-- Record excerpts --
---*---

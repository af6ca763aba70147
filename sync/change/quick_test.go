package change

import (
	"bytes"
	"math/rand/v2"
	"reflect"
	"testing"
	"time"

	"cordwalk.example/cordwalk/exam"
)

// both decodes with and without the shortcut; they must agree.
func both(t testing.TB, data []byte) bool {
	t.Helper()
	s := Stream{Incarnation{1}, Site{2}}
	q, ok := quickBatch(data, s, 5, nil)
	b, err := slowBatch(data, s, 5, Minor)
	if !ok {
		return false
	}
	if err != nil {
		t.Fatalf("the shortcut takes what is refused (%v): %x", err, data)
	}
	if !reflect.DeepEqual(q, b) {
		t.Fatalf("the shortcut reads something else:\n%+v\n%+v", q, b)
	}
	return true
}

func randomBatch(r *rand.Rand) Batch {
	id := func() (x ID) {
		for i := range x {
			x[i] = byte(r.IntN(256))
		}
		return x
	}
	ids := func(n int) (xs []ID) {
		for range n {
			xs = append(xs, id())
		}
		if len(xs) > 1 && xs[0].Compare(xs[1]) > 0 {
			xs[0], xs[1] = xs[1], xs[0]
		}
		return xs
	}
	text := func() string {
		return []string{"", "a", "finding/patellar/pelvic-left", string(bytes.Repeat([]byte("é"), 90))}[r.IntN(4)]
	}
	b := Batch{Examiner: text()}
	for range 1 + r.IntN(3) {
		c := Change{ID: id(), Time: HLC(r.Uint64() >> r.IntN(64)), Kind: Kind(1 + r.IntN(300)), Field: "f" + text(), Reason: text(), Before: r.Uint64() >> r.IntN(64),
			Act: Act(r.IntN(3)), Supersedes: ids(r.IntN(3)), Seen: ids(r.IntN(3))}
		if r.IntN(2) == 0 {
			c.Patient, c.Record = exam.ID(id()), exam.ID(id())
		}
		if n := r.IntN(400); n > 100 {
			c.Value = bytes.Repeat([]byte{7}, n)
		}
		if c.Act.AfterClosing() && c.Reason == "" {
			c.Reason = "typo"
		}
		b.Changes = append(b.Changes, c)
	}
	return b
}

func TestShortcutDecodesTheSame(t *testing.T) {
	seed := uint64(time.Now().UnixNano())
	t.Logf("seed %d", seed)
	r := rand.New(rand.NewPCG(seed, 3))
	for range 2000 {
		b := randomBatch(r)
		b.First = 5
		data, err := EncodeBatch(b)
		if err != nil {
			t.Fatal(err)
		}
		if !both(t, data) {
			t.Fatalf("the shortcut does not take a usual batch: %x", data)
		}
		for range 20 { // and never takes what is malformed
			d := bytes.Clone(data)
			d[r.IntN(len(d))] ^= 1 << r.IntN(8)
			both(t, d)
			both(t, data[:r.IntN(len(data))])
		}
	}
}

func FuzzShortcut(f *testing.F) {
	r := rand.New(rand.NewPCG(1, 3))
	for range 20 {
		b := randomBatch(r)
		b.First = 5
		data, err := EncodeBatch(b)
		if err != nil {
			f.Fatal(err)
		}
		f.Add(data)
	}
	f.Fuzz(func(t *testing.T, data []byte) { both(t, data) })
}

---*---

-- Exercise requirements --
From the data above, copy each line exactly.

-- Written solution --
repository af6ca763aba70147
filename sync/change/quick_test.go
package change

import (
	"bytes"
	"math/rand/v2"
	"reflect"
	"testing"
	"time"

	"cordwalk.example/cordwalk/exam"
)

// both decodes with and without the shortcut; they must agree.
func both(t testing.TB, data []byte) bool {
	t.Helper()
	s := Stream{Incarnation{1}, Site{2}}
	q, ok := quickBatch(data, s, 5, nil)
	b, err := slowBatch(data, s, 5, Minor)
	if !ok {
		return false
	}
	if err != nil {
		t.Fatalf("the shortcut takes what is refused (%v): %x", err, data)
	}
	if !reflect.DeepEqual(q, b) {
		t.Fatalf("the shortcut reads something else:\n%+v\n%+v", q, b)
	}
	return true
}

func randomBatch(r *rand.Rand) Batch {
	id := func() (x ID) {
		for i := range x {
			x[i] = byte(r.IntN(256))
		}
		return x
	}
	ids := func(n int) (xs []ID) {
		for range n {
			xs = append(xs, id())
		}
		if len(xs) > 1 && xs[0].Compare(xs[1]) > 0 {
			xs[0], xs[1] = xs[1], xs[0]
		}
		return xs
	}
	text := func() string {
		return []string{"", "a", "finding/patellar/pelvic-left", string(bytes.Repeat([]byte("é"), 90))}[r.IntN(4)]
	}
	b := Batch{Examiner: text()}
	for range 1 + r.IntN(3) {
		c := Change{ID: id(), Time: HLC(r.Uint64() >> r.IntN(64)), Kind: Kind(1 + r.IntN(300)), Field: "f" + text(), Reason: text(), Before: r.Uint64() >> r.IntN(64),
			Act: Act(r.IntN(3)), Supersedes: ids(r.IntN(3)), Seen: ids(r.IntN(3))}
		if r.IntN(2) == 0 {
			c.Patient, c.Record = exam.ID(id()), exam.ID(id())
		}
		if n := r.IntN(400); n > 100 {
			c.Value = bytes.Repeat([]byte{7}, n)
		}
		if c.Act.AfterClosing() && c.Reason == "" {
			c.Reason = "typo"
		}
		b.Changes = append(b.Changes, c)
	}
	return b
}

func TestShortcutDecodesTheSame(t *testing.T) {
	seed := uint64(time.Now().UnixNano())
	t.Logf("seed %d", seed)
	r := rand.New(rand.NewPCG(seed, 3))
	for range 2000 {
		b := randomBatch(r)
		b.First = 5
		data, err := EncodeBatch(b)
		if err != nil {
			t.Fatal(err)
		}
		if !both(t, data) {
			t.Fatalf("the shortcut does not take a usual batch: %x", data)
		}
		for range 20 { // and never takes what is malformed
			d := bytes.Clone(data)
			d[r.IntN(len(d))] ^= 1 << r.IntN(8)
			both(t, d)
			both(t, data[:r.IntN(len(data))])
		}
	}
}

func FuzzShortcut(f *testing.F) {
	r := rand.New(rand.NewPCG(1, 3))
	for range 20 {
		b := randomBatch(r)
		b.First = 5
		data, err := EncodeBatch(b)
		if err != nil {
			f.Fatal(err)
		}
		f.Add(data)
	}
	f.Fuzz(func(t *testing.T, data []byte) { both(t, data) })
}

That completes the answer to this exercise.